[Saved entries]
-- Opening Marker --

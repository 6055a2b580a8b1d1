/** Minutes after midnight as a clock shows them: 330 is "05:30". */
export function shownClock(minute: number): string {
  const part = (count: number) => String(count).padStart(2, "0");
  return `${part(Math.floor(minute / 60))}:${part(minute % 60)}`;
}
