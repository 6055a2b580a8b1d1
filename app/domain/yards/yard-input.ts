import { z } from "zod";
import { fromSi, groupOf, isUnit, toSi, unitsOf } from "../../trade/units";
import type { FieldFault } from "../refusals";
import { typedLine } from "../typed-line";
import { typedNumber } from "../typed-number";
import { isZone } from "../yard-day";

/** From the lowest land there is to above the highest road, m. */
const LOWEST_M = -430;
const HIGHEST_M = 5000;

const CLOCK = /^([01]\d|2[0-3]):([0-5]\d)$/;

/** "06:30" as minutes after midnight. */
const shopOpens = z
  .string({ error: "clock-form" })
  .trim()
  .regex(CLOCK, "clock-form")
  .transform((text) => Number(text.slice(0, 2)) * 60 + Number(text.slice(3)));

const phone = z.preprocess(
  (typed) => (typeof typed === "string" ? typed.trim() || null : (typed ?? null)),
  z
    .string({ error: "phone-form" })
    .regex(/^[+()\d .-]{3,32}$/, "phone-form")
    .nullable(),
);

export const yardSchema = z.object({
  name: typedLine("yard-name", 1, 80),
  zone: z.string({ error: "zone-unknown" }).refine(isZone, "zone-unknown"),
  elevation: typedNumber,
  elevationUnit: z.string({ error: "unknown-unit" }).max(12, "unknown-unit"),
  phone: phone.default(null),
  shopOpens,
  winter: z.boolean().default(false),
});
export type YardInput = z.infer<typeof yardSchema>;

/** An elevation as a form shows it: whole feet or meters. */
export function shownElevation(elevationM: number, unit = "ft"): number {
  return Math.round(fromSi(elevationM, unit, "length"));
}

/** The elevation typed, m. Typed back as shown, it stays what is stored. */
export function readElevation(
  input: Pick<YardInput, "elevation" | "elevationUnit">,
  before: number | null,
): { ok: true; elevationM: number } | { ok: false; fault: FieldFault } {
  const { elevation, elevationUnit: unit } = input;
  const units = unitsOf("length").join(", ");
  const unitFault = (code: string) =>
    ({ ok: false, fault: { pointer: "/elevationUnit", code, values: { unit, units } } }) as const;
  if (!isUnit(unit)) return unitFault("unknown-unit");
  if (groupOf(unit) !== "length") return unitFault("wrong-unit");
  if (before !== null && shownElevation(before, unit) === elevation) {
    return { ok: true, elevationM: before };
  }
  const elevationM = toSi(elevation, unit, "length");
  if (elevationM >= LOWEST_M && elevationM <= HIGHEST_M) return { ok: true, elevationM };
  const values = {
    low: Math.ceil(fromSi(LOWEST_M, unit)),
    high: Math.floor(fromSi(HIGHEST_M, unit)),
    unit,
  };
  return { ok: false, fault: { pointer: "/elevation", code: "elevation-range", values } };
}
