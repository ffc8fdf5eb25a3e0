"""Ways into SymPy's own pipelines: the hook under its calls, and the rewriting rule."""
from .hook import disable, enable, extend_sympy, is_enabled
from .rule import evaluate_integrals

__all__ = ["disable", "enable", "evaluate_integrals", "extend_sympy", "is_enabled"]
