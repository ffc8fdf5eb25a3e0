"""SymPy's own calls, with our strategies tried first: one seam, `Integral.doit`.

Every definite integral that SymPy does on request ends in `Integral.doit`: `integrate`, `Expr.integrate`,
`sympy.stats`, `mellin_transform`, `laplace_transform` (where its own rules end), the Fourier, sine, cosine
and Hankel transforms.  `integrate` itself is no seam: some twenty modules hold it under its own name.
`Integral._eval_integral` is none either: it sees no limits.

While nobody asks for the extension, `Integral.doit` is SymPy's own function object.  While somebody does,
it is a dispatcher that asks at each call whether the extension is on *here*: in this context
(`extend_sympy`) or in the process (`enable`).

What SymPy does with an integral that we have refused is its own business, except that the *other* definite
integrals that it meets on the way (those inside the integrand, the elements of a matrix, the terms of a
sum) come back to us.  The refused integral itself does not (`fallback`), nor does anything that a strategy
of ours asks of SymPy.
"""
from __future__ import annotations

import functools
import threading
from collections.abc import Callable
from contextlib import ContextDecorator
from contextvars import ContextVar
from types import TracebackType
from typing import Any

from sympy import Expr, Integral
from sympy.core.cache import CACHE

from ..fallback import is_refused, refused
from ..integrate import try_strategies

_depth: ContextVar[int] = ContextVar("depth", default=0)  # of with-blocks around us, in this context
_busy: ContextVar[bool] = ContextVar("busy", default=False)  # a strategy of ours is at work
_lock = threading.RLock()


class _Seam:
    """Who asks for the extension, and what stands in SymPy's place meanwhile; guarded by the lock."""

    def __init__(self) -> None:
        self.users = 0
        self.everywhere = False
        self.original: Callable[..., Any] | None = None
        self.installed: Callable[..., Any] | None = None

    def acquire(self) -> None:
        with _lock:
            self.users += 1
            if self.users == 1:
                self.original = Integral.__dict__["doit"]
                self.installed = _dispatcher(self.original)
                Integral.doit = self.installed
            _forget()

    def release(self) -> None:
        with _lock:
            self.users -= 1
            # what somebody else has put over ours meanwhile stays: it calls ours, which is off from here on
            if self.users == 0 and Integral.__dict__["doit"] is self.installed:
                Integral.doit = self.original
            _forget()


_seam = _Seam()


def _forget() -> None:
    """Drop what `sympy.stats` remembers of distribution and characteristic functions: they are integrals."""
    for cached in list(CACHE):
        if cached.__module__.startswith("sympy.stats"):
            cached.cache_clear()


def _dispatcher(original: Callable[..., Any]) -> Callable[..., Any]:
    @functools.wraps(original)
    def doit(self: Integral, **hints: Any) -> Any:
        if not is_enabled() or _busy.get() or type(self) is not Integral or not hints.get("integrals", True):
            return original(self, **hints)
        if is_refused(self):
            return original(self, **hints)
        f = self.function
        if hints.get("deep", True) and isinstance(f, Expr) and len(self.limits) == 1:
            f = f.doit(**hints)
        token = _busy.set(True)
        try:
            outcome = try_strategies(f, self.limits, (), hints, nested=True)
        finally:
            _busy.reset(token)
        if outcome.settled:
            return outcome.answer
        if outcome.question is None:
            return original(self, **hints)
        with refused(self.function, self.limits):
            return outcome.judged(original(self, **hints))

    return doit


class extend_sympy(ContextDecorator):
    """Within the block, SymPy's own calls that end in a definite integral try our strategies first.

    That holds in the context of the block (`contextvars`: the thread, or the task of an event loop), and
    nowhere else; blocks may be nested, in any number of threads, and an exception undoes them like any
    other exit.  With no block open and `enable` not in force, SymPy is what it was, to the same function
    object.

    Notes
    -----
    `sympy.stats` remembers distribution functions; this memory is shared by all threads, and is emptied
    whenever a block opens or closes.

    Examples
    --------
    >>> import sympy
    >>> from sympy import besselj, exp, oo, symbols
    >>> from sympy_mellin_ext import extend_sympy
    >>> x, a, s = symbols('x a s', positive=True)
    >>> with extend_sympy():
    ...     sympy.integrate(x**(s - 1)*exp(-a*x**3), (x, 0, oo))
    gamma(s/3)/(3*a**(s/3))
    """

    def __enter__(self) -> extend_sympy:
        _seam.acquire()
        _depth.set(_depth.get() + 1)
        return self

    def __exit__(
        self, kind: type[BaseException] | None, error: BaseException | None, trace: TracebackType | None
    ) -> None:
        _depth.set(_depth.get() - 1)
        _seam.release()


def enable() -> None:
    """The same as `extend_sympy`, in the whole process and until `disable`; a second call changes nothing.

    Examples
    --------
    >>> from sympy_mellin_ext import disable, enable
    >>> enable()
    >>> disable()
    """
    with _lock:
        if not _seam.everywhere:
            _seam.acquire()
            _seam.everywhere = True


def disable() -> None:
    """Undo `enable`; blocks of `extend_sympy` that are open stay in force."""
    with _lock:
        if _seam.everywhere:
            _seam.everywhere = False
            _seam.release()


def is_enabled() -> bool:
    """Whether SymPy's own calls try our strategies, here and now."""
    return _seam.everywhere or _depth.get() > 0
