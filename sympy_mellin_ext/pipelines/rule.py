"""A rewriting rule: every definite integral inside an expression that we can do, done."""
from __future__ import annotations

from typing import Any

from sympy import Basic, Integral, Piecewise

from ..integrate import try_strategies


def evaluate_integrals(expr: Any) -> Any:
    """Replace the definite integrals inside an expression by their closed forms, where we know them.

    A plain function expr -> expr for the combinators of `sympy.strategies`, `Basic.replace` and
    `bottom_up`.  It is idempotent, asks SymPy for nothing, and returns the very same object where there is
    nothing to do.

    Parameters
    ----------
    expr : Basic
        Anything else is returned as it is.

    Returns
    -------
    Basic
        A closed form that holds in part of the parameter space only stands in a Piecewise that ends in the
        integral itself.

    Examples
    --------
    >>> from sympy import Eq, Function, Integral, exp, oo, symbols
    >>> from sympy_mellin_ext import evaluate_integrals
    >>> x, a, y = symbols('x a y', positive=True)
    >>> f = Function('f')
    >>> evaluate_integrals(Eq(f(y), y*Integral(exp(-a*x**2), (x, 0, oo)) + Integral(f(x), (x, 0, y))))
    Eq(f(y), Integral(f(x), (x, 0, y)) + sqrt(pi)*y/(2*sqrt(a)))
    """
    if not isinstance(expr, Basic) or not expr.has(Integral):
        return expr
    if isinstance(expr, Piecewise) and _is_done(expr):
        return expr
    args = [evaluate_integrals(arg) for arg in expr.args]
    if any(new is not old for new, old in zip(args, expr.args, strict=True)):
        expr = expr.func(*args)
    if type(expr) is not Integral:
        return expr
    outcome = try_strategies(expr.function, expr.limits, (), {})
    return outcome.answer if outcome.found else expr


def _is_done(expr: Piecewise) -> bool:
    """Whether this is what the integral in its last branch becomes, which holds it again."""
    last = expr.args[-1][0]
    if type(last) is not Integral or expr.args[-1][1] != True:  # noqa: E712 - SymPy Boolean
        return False
    for nested in (False, True):
        if try_strategies(last.function, last.limits, (), {}, nested).answer == expr:
            return True
    return False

-- Closing Marker --

WHAT THIS TASK INVOLVES: Above are the records. Copy the lines beginning at the one that has "def evaluate_integrals(expr: Any)" and ending with the one that has "f = Function('f')", unchanged.

SOLUTION TO THE PROBLEM:
def evaluate_integrals(expr: Any) -> Any:
    """Replace the definite integrals inside an expression by their closed forms, where we know them.

    A plain function expr -> expr for the combinators of `sympy.strategies`, `Basic.replace` and
    `bottom_up`.  It is idempotent, asks SymPy for nothing, and returns the very same object where there is
    nothing to do.

    Parameters
    ----------
    expr : Basic
        Anything else is returned as it is.

    Returns
    -------
    Basic
        A closed form that holds in part of the parameter space only stands in a Piecewise that ends in the
        integral itself.

    Examples
    --------
    >>> from sympy import Eq, Function, Integral, exp, oo, symbols
    >>> from sympy_mellin_ext import evaluate_integrals
    >>> x, a, y = symbols('x a y', positive=True)
    >>> f = Function('f')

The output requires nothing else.